Beyond Protein Language Models: An Agentic LLM Framework for Mechanistic Enzyme Design
Bruno Jacob, Khushbu Agarwal, Marcel Baer, Peter Rice, Simone Raugei
TL;DR
The paper introduces Genie-CAT, a domain-specific agentic LLM framework that combines retrieval-augmented reasoning, structural analysis, electrostatic calculations via PB/APBS, and a symmetry-aware redox predictor to generate mechanistically grounded hypotheses for metalloprotein design. Using ferredoxins, particularly a 1CLF ferredoxin with two [4Fe–4S] clusters, Genie-CAT demonstrates end-to-end multi-modal reasoning that ties sequence- and environment-level features to predicted redox shifts, achieving rapid hypothesis generation that aligns with expert intuition. The modular architecture supports extension to higher-fidelity simulations and broader cofactor spaces, with the potential to reduce design cycles from days to minutes while increasing interpretability and grounding.

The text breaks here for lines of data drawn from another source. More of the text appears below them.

import { amplifierDrawCurrent } from './amplifier';
import { beginCapacitorStep, capacitorBranchA, endCapacitorStep } from './capacitor';
import { compileNetwork } from './network';
import { alternatorCurrent, bankCurrent, isolatorCurrent } from './newton';
import { solveCompiled } from './solver';
import { advanceSoc, capacitorRestVoltages, setBankStates } from './session';
import type { BuildDocument } from './types';

const volt = (v: Float64Array, i: number) => (i < 0 ? 0 : v[i]!);

export interface BurpRun {
	durationS: number;
	stepS: number;
	/** Sample times (s), one per step, starting at the first step's end. */
	timeS: number[];
	/** Lowest amplifier terminal voltage at each step (V). */
	minAmplifierV: number[];
	/** Each bank's terminal voltage at each step (V), by bank id. */
	bankV: Record<string, number[]>;
	/** Lowest terminal voltage each amplifier saw during the run (V). */
	amplifierMinV: Record<string, number>;
	/** Energy into the amplifiers, out of the banks, the alternators and the capacitor banks (Wh). */
	energyWh: {
		amplifiers: number;
		banks: number;
		alternators: number;
		capacitors: number;
		cableLoss: number;
	};
	/**
	 * Each capacitor bank through the burp: its voltage before it (charged at the operating point
	 * at rest), its lowest terminal voltage and its largest discharge current.
	 */
	capacitors: Record<
		string,
		{ startV: number; minV: number; peakA: number; shareFirst100ms: number }
	>;
	/**
	 * Share of the charge the sources (banks, alternators, capacitor banks) delivered in the first
	 * 100 ms that came from the capacitor banks (0..1); null without any.
	 */
	capacitorShareFirst100ms: number | null;
	startSoc: Record<string, number>;
	endSoc: Record<string, number>;
	/** Time (s) at which the system had no operating point any more, or null. */
	collapsedAtS: number | null;
}

/**
 * A burp held for `durationS` at time step `stepS`: at each step the network is solved at burp
 * demand (warm-started from the previous step), then each bank's state of charge moves by its
 * current over the step — discharge counted with the Peukert-effective current
 * I·(I/I_H)^(k−1), charge at face value.
 */
export function runBurp(
	doc: BuildDocument,
	opts: {
		engineRpm: number;
		demand: number;
		conductorTempC: number;
		durationS: number;
		stepS: number;
	},
): BurpRun {
	const steps = Math.max(1, Math.round(opts.durationS / opts.stepS));
	const soc: Record<string, number> = Object.fromEntries(
		doc.banks.map((b) => [b.id, b.stateOfCharge]),
	);
	const startSoc = { ...soc };
	const net = compileNetwork(doc, {
		engineRpm: opts.engineRpm,
		demand: opts.demand,
		conductorTempC: opts.conductorTempC,
	});
	const timeS: number[] = [];
	const minAmplifierV: number[] = [];
	const bankV: Record<string, number[]> = Object.fromEntries(doc.banks.map((b) => [b.id, []]));
	const amplifierMinV: Record<string, number> = Object.fromEntries(
		doc.amplifiers.map((a) => [a.id, Number.POSITIVE_INFINITY]),
	);
	const energyWh = { amplifiers: 0, banks: 0, alternators: 0, capacitors: 0, cableLoss: 0 };
	const caps = net.capacitors;
	const restV = caps.length > 0 ? capacitorRestVoltages(doc, opts) : [];
	caps.forEach((c, k) => (c.vcV = restV[k]!));
	const capacitors = Object.fromEntries(
		caps.map((c) => [c.id, { startV: c.vcV, minV: c.vcV, peakA: 0, shareFirst100ms: 0 }]),
	);
	beginCapacitorStep(caps, opts.stepS);
	// Charge delivered in the first 100 ms: by the capacitor banks, and by every source.
	let earlyCapC = 0;
	let earlyAllC = 0;
	const earlyByCap = new Float64Array(caps.length);
	let warm: Float64Array | undefined;
	let collapsedAtS: number | null = null;
	const { stepS } = opts;
	const bankSeries = doc.banks.map((b) => bankV[b.id]!);
	for (let k = 1; k <= steps; k++) {
		setBankStates(net, doc.banks, soc);
		const raw = solveCompiled(net, warm);
		warm = raw.v;
		const v = raw.v;
		const t = k * stepS;
		timeS.push(t);
		// The step's figures straight from the node voltages, in the order (and with the arithmetic)
		// of a described solution, without building one a step.
		let minV = Number.POSITIVE_INFINITY;
		for (const a of net.amplifiers) {
			const terminalV = volt(v, a.p) - volt(v, a.n);
			const [currentA] = amplifierDrawCurrent(a.draw, terminalV, raw.lambda);
			minV = Math.min(minV, terminalV);
			amplifierMinV[a.id] = Math.min(amplifierMinV[a.id]!, terminalV);
			energyWh.amplifiers += (currentA * terminalV * stepS) / 3600;
		}
		minAmplifierV.push(doc.amplifiers.length ? minV : Number.NaN);
		const early = t <= 0.1 + 1e-9;
		for (const a of net.alternators) {
			const terminalV = volt(v, a.p) - volt(v, a.n);
			const [currentA] = alternatorCurrent(a, terminalV);
			energyWh.alternators += (currentA * terminalV * stepS) / 3600;
			if (early) earlyAllC += Math.max(0, currentA) * stepS;
		}
		caps.forEach((c, k) => {
			const terminalV = volt(v, c.p) - volt(v, c.n);
			const outA = -capacitorBranchA(c, terminalV);
			energyWh.capacitors += (outA * terminalV * stepS) / 3600;
			const seen = capacitors[c.id]!;
			seen.minV = Math.min(seen.minV, terminalV);
			seen.peakA = Math.max(seen.peakA, outA);
			if (early) {
				earlyByCap[k] += Math.max(0, outA) * stepS;
				earlyCapC += Math.max(0, outA) * stepS;
				earlyAllC += Math.max(0, outA) * stepS;
			}
		});
		endCapacitorStep(caps, (k) => volt(v, caps[k]!.p) - volt(v, caps[k]!.n), stepS);
		let cableLossW = 0;
		for (const c of net.cables) {
			const dropV = volt(v, c.p) - volt(v, c.n);
			cableLossW += dropV * c.g * dropV;
		}
		for (const x of net.isolators) {
			const dropV = volt(v, x.p) - volt(v, x.n);
			cableLossW += isolatorCurrent(dropV, x)[0] * dropV;
		}
		energyWh.cableLoss += (cableLossW * stepS) / 3600;
		for (let i = 0; i < net.banks.length; i++) {
			const b = net.banks[i]!;
			const bank = doc.banks[i]!;
			const terminalV = volt(v, b.p) - volt(v, b.n);
			const [currentA] = bankCurrent(b, terminalV);
			bankSeries[i]!.push(terminalV);
			energyWh.banks += (currentA * terminalV * stepS) / 3600;
			if (early) earlyAllC += Math.max(0, currentA) * stepS;
			soc[bank.id] = advanceSoc(bank, soc[bank.id]!, currentA, stepS);
		}
		if (raw.collapsed) {
			collapsedAtS = t;
			break;
		}
	}
	caps.forEach((c, k) => {
		capacitors[c.id]!.shareFirst100ms = earlyAllC > 0 ? earlyByCap[k]! / earlyAllC : 0;
	});
	return {
		durationS: opts.durationS,
		stepS: opts.stepS,
		timeS,
		minAmplifierV,
		bankV,
		amplifierMinV,
		energyWh,
		capacitors,
		capacitorShareFirst100ms: caps.length === 0 ? null : earlyAllC > 0 ? earlyCapC / earlyAllC : 0,
		startSoc,
		endSoc: soc,
		collapsedAtS,
	};
}
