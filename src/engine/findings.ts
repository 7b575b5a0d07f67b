import type { ReportWarning, Severity } from './report';

/**
 * The findings of a build, in one order and one count for every view (the summary strip, the
 * findings list, the part tables, the inspector, the checks sheet, the plan comparison): danger
 * first, then warnings, then notes, each group in the report's own order.
 */
const RANK: Record<Severity, number> = { danger: 0, warning: 1, info: 2 };

/** A finding's identity across two reports: what it is and which part it is on. */
export const findingKey = (w: Pick<ReportWarning, 'code' | 'element'>): string =>
	`${w.code}|${w.element.kind}|${w.element.id}`;

/** Every finding, danger first (a stable sort keeps the report's order within a severity). */
export function orderedFindings(warnings: readonly ReportWarning[]): ReportWarning[] {
	return [...warnings].sort((a, b) => RANK[a.severity] - RANK[b.severity]);
}

/** How many findings of each severity: the counts the strip and the comparison show. */
export function findingCounts(warnings: readonly ReportWarning[]): Record<Severity, number> {
	const counts: Record<Severity, number> = { danger: 0, warning: 0, info: 0 };
	for (const w of warnings) counts[w.severity]++;
	return counts;
}

/** Findings in `after` that `before` does not have (same code on the same part), at the severities asked. */
export function addedFindings(
	before: readonly ReportWarning[] | null,
	after: readonly ReportWarning[],
	severities: readonly Severity[] = ['danger', 'warning'],
): ReportWarning[] {
	const had = new Set((before ?? []).map(findingKey));
	return after.filter((w) => severities.includes(w.severity) && !had.has(findingKey(w)));
}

Overall, the work showcases how integrating literature grounding, structure-aware analysis, physics-based modeling, and targeted ML predictions in an agentic workflow can transform LLMs into productive partners for computational discovery in protein design.
Abstract
We present Genie-CAT, a tool-augmented large-language-model (LLM) system designed to accelerate scientific hypothesis generation in protein design. Using metalloproteins (e.g., ferredoxins) as a case study, Genie-CAT integrates four capabilities -- literature-grounded reasoning through retrieval-augmented generation (RAG), structural parsing of Protein Data Bank files, electrostatic potential calculations, and machine-learning prediction of redox properties -- into a unified agentic workflow. By coupling natural-language reasoning with data-driven and physics-based computation, the system generates mechanistically interpretable, testable hypotheses linking sequence, structure, and function. In proof-of-concept demonstrations, Genie-CAT autonomously identifies residue-level modifications near [Fe--S] clusters that affect redox tuning, reproducing expert-derived hypotheses in a fraction of the time. The framework highlights how AI agents combining language models with domain-specific tools can bridge symbolic reasoning and numerical simulation, transforming LLMs from conversational assistants into partners for computational discovery.